[Saved data entries]
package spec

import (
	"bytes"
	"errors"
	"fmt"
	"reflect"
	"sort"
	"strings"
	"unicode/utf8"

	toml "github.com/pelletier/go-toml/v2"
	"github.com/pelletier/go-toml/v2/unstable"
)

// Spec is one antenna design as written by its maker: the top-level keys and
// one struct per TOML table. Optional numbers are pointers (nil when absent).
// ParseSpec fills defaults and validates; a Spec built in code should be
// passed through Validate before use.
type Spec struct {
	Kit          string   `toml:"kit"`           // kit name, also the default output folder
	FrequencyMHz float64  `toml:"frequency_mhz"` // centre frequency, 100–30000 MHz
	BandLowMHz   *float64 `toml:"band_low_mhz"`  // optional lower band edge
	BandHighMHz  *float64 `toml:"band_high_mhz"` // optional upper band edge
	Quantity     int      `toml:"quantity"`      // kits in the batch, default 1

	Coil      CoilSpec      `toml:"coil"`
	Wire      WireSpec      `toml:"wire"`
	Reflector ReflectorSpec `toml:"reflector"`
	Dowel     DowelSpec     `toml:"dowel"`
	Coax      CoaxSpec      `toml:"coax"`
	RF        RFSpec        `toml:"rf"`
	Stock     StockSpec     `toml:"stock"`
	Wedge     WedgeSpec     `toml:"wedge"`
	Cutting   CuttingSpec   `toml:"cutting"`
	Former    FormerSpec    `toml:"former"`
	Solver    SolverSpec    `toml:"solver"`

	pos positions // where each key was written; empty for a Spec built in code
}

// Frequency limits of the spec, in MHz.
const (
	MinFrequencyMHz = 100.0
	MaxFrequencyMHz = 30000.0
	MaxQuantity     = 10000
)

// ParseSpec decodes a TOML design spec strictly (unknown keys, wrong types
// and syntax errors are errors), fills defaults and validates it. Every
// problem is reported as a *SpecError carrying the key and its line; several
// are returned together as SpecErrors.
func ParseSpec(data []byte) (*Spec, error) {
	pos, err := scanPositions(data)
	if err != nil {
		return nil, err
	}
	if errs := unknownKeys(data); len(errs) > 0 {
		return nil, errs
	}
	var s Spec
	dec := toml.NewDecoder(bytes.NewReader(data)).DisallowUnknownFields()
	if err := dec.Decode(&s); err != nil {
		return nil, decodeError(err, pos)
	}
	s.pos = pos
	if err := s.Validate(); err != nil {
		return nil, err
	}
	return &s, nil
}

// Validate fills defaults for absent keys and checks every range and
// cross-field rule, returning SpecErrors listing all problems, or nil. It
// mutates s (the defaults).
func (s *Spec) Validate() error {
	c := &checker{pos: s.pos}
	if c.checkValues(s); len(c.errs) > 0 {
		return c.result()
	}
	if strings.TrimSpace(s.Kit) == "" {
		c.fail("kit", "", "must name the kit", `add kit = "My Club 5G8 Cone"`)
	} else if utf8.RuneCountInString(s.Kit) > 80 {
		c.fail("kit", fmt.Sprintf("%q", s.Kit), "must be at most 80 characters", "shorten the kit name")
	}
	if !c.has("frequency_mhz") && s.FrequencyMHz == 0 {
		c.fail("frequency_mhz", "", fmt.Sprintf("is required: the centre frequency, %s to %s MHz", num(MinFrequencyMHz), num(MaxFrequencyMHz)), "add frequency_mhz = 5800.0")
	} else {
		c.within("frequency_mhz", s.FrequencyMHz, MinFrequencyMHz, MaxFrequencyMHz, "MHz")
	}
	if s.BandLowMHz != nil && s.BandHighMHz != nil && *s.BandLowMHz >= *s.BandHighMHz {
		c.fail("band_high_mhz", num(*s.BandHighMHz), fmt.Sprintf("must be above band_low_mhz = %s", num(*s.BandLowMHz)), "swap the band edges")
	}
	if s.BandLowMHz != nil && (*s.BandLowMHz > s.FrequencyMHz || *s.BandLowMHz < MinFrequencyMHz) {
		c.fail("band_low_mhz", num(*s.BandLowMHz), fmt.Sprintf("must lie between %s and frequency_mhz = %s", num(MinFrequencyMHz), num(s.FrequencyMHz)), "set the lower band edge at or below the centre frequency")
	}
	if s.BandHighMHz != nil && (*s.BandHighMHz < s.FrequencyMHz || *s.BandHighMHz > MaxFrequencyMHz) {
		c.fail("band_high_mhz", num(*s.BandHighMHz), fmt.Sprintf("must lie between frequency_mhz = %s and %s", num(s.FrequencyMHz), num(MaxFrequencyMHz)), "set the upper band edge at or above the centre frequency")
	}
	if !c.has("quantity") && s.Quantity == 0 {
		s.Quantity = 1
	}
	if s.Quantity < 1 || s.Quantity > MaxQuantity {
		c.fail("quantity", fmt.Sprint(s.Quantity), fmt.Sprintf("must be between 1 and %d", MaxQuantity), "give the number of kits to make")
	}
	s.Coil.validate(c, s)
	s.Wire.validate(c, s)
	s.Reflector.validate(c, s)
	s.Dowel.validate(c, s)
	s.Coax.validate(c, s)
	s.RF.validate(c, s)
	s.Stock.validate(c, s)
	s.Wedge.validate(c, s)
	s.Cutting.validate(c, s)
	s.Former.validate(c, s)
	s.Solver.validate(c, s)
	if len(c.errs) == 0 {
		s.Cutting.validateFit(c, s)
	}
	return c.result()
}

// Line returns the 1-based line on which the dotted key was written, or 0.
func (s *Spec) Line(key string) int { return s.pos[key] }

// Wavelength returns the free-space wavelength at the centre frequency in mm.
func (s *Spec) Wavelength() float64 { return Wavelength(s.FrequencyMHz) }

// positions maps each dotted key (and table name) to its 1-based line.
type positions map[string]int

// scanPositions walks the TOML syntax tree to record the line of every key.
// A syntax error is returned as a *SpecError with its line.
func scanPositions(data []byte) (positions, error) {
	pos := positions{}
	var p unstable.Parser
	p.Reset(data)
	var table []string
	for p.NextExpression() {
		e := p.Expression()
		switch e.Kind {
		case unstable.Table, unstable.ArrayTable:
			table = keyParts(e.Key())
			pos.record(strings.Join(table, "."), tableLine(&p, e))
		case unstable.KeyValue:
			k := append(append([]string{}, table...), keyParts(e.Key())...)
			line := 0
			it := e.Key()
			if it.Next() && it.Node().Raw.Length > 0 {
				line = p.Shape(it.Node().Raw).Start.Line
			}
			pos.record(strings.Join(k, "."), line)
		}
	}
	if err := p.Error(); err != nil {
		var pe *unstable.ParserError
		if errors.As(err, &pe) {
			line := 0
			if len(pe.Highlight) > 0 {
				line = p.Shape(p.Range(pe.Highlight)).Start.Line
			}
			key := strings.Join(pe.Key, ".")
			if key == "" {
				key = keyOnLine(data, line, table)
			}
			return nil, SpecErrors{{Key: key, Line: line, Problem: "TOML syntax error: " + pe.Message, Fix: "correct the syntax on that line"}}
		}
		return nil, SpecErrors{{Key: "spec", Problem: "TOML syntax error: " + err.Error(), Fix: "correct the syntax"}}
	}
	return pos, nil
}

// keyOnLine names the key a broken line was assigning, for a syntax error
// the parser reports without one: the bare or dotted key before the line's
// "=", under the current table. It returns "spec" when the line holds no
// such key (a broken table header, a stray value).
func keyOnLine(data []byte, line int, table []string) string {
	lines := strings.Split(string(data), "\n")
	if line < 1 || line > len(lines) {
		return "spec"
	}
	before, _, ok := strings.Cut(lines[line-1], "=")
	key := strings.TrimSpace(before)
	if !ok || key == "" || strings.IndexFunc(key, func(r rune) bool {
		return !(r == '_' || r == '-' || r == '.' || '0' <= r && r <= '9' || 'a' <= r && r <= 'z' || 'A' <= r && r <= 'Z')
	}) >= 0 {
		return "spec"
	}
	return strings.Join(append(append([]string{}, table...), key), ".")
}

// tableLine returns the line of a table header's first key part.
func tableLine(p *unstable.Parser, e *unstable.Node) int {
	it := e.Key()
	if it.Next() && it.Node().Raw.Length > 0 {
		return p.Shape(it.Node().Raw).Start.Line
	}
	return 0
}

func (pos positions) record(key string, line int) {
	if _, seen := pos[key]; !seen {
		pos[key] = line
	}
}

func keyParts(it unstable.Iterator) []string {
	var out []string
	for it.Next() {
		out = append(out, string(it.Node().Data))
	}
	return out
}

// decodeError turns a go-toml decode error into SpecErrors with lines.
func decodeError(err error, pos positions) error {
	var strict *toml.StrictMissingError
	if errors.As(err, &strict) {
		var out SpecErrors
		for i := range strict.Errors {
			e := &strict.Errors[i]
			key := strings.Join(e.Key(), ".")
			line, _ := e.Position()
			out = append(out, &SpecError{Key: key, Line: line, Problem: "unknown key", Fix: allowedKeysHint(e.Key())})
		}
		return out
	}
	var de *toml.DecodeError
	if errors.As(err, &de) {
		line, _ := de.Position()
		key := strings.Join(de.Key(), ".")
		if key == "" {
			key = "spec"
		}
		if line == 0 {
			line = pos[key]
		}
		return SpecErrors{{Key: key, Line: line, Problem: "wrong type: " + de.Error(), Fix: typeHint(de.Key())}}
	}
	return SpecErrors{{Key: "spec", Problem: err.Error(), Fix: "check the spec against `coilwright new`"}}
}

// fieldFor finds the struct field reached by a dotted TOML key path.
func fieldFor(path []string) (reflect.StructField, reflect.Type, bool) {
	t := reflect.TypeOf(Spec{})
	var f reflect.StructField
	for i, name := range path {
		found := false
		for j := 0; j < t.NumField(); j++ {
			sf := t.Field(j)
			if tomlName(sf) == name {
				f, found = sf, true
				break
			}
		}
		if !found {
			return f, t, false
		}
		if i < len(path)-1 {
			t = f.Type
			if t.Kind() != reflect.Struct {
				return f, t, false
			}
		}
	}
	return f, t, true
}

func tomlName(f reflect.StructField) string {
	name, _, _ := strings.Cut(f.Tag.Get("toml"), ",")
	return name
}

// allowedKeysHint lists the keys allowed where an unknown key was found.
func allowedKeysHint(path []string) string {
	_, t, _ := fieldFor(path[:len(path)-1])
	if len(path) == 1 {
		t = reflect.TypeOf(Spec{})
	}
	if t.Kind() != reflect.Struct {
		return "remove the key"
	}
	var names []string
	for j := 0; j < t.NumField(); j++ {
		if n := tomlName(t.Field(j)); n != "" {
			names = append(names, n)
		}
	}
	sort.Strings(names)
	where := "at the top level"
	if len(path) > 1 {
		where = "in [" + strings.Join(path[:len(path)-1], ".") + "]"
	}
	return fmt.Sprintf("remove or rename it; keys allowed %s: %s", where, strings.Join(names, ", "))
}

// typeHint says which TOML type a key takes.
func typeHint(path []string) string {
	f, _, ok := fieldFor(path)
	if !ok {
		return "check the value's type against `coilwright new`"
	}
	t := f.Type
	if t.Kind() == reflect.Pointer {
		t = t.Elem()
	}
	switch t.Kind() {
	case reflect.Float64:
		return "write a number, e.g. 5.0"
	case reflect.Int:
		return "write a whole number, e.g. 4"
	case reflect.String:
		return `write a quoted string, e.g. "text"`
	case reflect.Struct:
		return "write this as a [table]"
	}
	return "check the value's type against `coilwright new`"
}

**Exercise directions**: Write out exactly the lines above between the line with "if s.BandHighMHz != nil" and the line with "func (s *Spec) Wavelength()", inclusive, and nothing beyond them.

**Response area**:
	if s.BandHighMHz != nil && (*s.BandHighMHz < s.FrequencyMHz || *s.BandHighMHz > MaxFrequencyMHz) {
		c.fail("band_high_mhz", num(*s.BandHighMHz), fmt.Sprintf("must lie between frequency_mhz = %s and %s", num(s.FrequencyMHz), num(MaxFrequencyMHz)), "set the upper band edge at or above the centre frequency")
	}
	if !c.has("quantity") && s.Quantity == 0 {
		s.Quantity = 1
	}
	if s.Quantity < 1 || s.Quantity > MaxQuantity {
		c.fail("quantity", fmt.Sprint(s.Quantity), fmt.Sprintf("must be between 1 and %d", MaxQuantity), "give the number of kits to make")
	}
	s.Coil.validate(c, s)
	s.Wire.validate(c, s)
	s.Reflector.validate(c, s)
	s.Dowel.validate(c, s)
	s.Coax.validate(c, s)
	s.RF.validate(c, s)
	s.Stock.validate(c, s)
	s.Wedge.validate(c, s)
	s.Cutting.validate(c, s)
	s.Former.validate(c, s)
	s.Solver.validate(c, s)
	if len(c.errs) == 0 {
		s.Cutting.validateFit(c, s)
	}
	return c.result()
}

// Line returns the 1-based line on which the dotted key was written, or 0.
func (s *Spec) Line(key string) int { return s.pos[key] }

// Wavelength returns the free-space wavelength at the centre frequency in mm.
func (s *Spec) Wavelength() float64 { return Wavelength(s.FrequencyMHz) }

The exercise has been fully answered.